== The data ==

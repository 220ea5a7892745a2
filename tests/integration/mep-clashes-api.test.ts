import { eq } from "drizzle-orm";
import { afterAll, beforeAll, describe, expect, it } from "vitest";
import { POST as DECIDE } from "@/app/api/projects/[projectId]/clashes/[clashId]/decision/route";
import { POST as PROPOSE } from "@/app/api/projects/[projectId]/clashes/[clashId]/proposal/route";
import { GET as GET_CLASH } from "@/app/api/projects/[projectId]/clashes/[clashId]/route";
import { GET as LIST_CLASHES, POST as DETECT } from "@/app/api/projects/[projectId]/clashes/route";
import { POST as CREATE_REVISION } from "@/app/api/projects/[projectId]/models/route";
import { DELETE as DELETE_RUN, PATCH as EDIT_RUN } from "@/app/api/projects/[projectId]/runs/[runId]/route";
import { GET as LIST_RUNS, POST as IMPORT } from "@/app/api/projects/[projectId]/runs/route";
import { POST as HANG } from "@/app/api/projects/[projectId]/services/route";
import { createRevisionWithAnalysis } from "@/lib/commands/create-analysed-revision";
import { auditEvents, clashDecisions, jobs } from "@/db/schema";
import { generateRoof } from "@/lib/analysis/generator";
import { memberEnvelopeState } from "@/lib/clash/envelope-state";
import { analyseForStorage } from "@/lib/models/analyse";
import { ROLES } from "@/lib/permissions";
import { runAnalysisJob } from "@/server/jobs/analysis";
import { runHangServicesJob } from "@/server/jobs/hang-services";
import type { HangServicesOutcome } from "@/lib/commands/store-hung-services";
import { closeDb, getDb, requireIntegrationEnv } from "../support/db";
import { createProjectFixture, type ProjectFixture } from "../support/fixtures";
import { buildRequest, routeContext } from "../support/session";

// Caution text copied from glossary.md (the project never reads ../shared at test time).
const CAUTION =
  "Advisory results for coordination. Any removal, opening or change to a structural member needs the written approval of the engineer of record under the applicable local codes.";

let fx: ProjectFixture;
let stored: ReturnType<typeof analyseForStorage>;
const ctx = () => routeContext({ projectId: fx.projectId });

===

[Task instructions] Would you please write out the entries again exactly?

[Task response]
repository 220ea5a7892745a2
filename tests/integration/mep-clashes-api.test.ts
import { eq } from "drizzle-orm";
import { afterAll, beforeAll, describe, expect, it } from "vitest";
import { POST as DECIDE } from "@/app/api/projects/[projectId]/clashes/[clashId]/decision/route";
import { POST as PROPOSE } from "@/app/api/projects/[projectId]/clashes/[clashId]/proposal/route";
import { GET as GET_CLASH } from "@/app/api/projects/[projectId]/clashes/[clashId]/route";
import { GET as LIST_CLASHES, POST as DETECT } from "@/app/api/projects/[projectId]/clashes/route";
import { POST as CREATE_REVISION } from "@/app/api/projects/[projectId]/models/route";
import { DELETE as DELETE_RUN, PATCH as EDIT_RUN } from "@/app/api/projects/[projectId]/runs/[runId]/route";
import { GET as LIST_RUNS, POST as IMPORT } from "@/app/api/projects/[projectId]/runs/route";
import { POST as HANG } from "@/app/api/projects/[projectId]/services/route";
import { createRevisionWithAnalysis } from "@/lib/commands/create-analysed-revision";
import { auditEvents, clashDecisions, jobs } from "@/db/schema";
import { generateRoof } from "@/lib/analysis/generator";
import { memberEnvelopeState } from "@/lib/clash/envelope-state";
import { analyseForStorage } from "@/lib/models/analyse";
import { ROLES } from "@/lib/permissions";
import { runAnalysisJob } from "@/server/jobs/analysis";
import { runHangServicesJob } from "@/server/jobs/hang-services";
import type { HangServicesOutcome } from "@/lib/commands/store-hung-services";
import { closeDb, getDb, requireIntegrationEnv } from "../support/db";
import { createProjectFixture, type ProjectFixture } from "../support/fixtures";
import { buildRequest, routeContext } from "../support/session";

// Caution text copied from glossary.md (the project never reads ../shared at test time).
const CAUTION =
  "Advisory results for coordination. Any removal, opening or change to a structural member needs the written approval of the engineer of record under the applicable local codes.";

let fx: ProjectFixture;
let stored: ReturnType<typeof analyseForStorage>;
const ctx = () => routeContext({ projectId: fx.projectId });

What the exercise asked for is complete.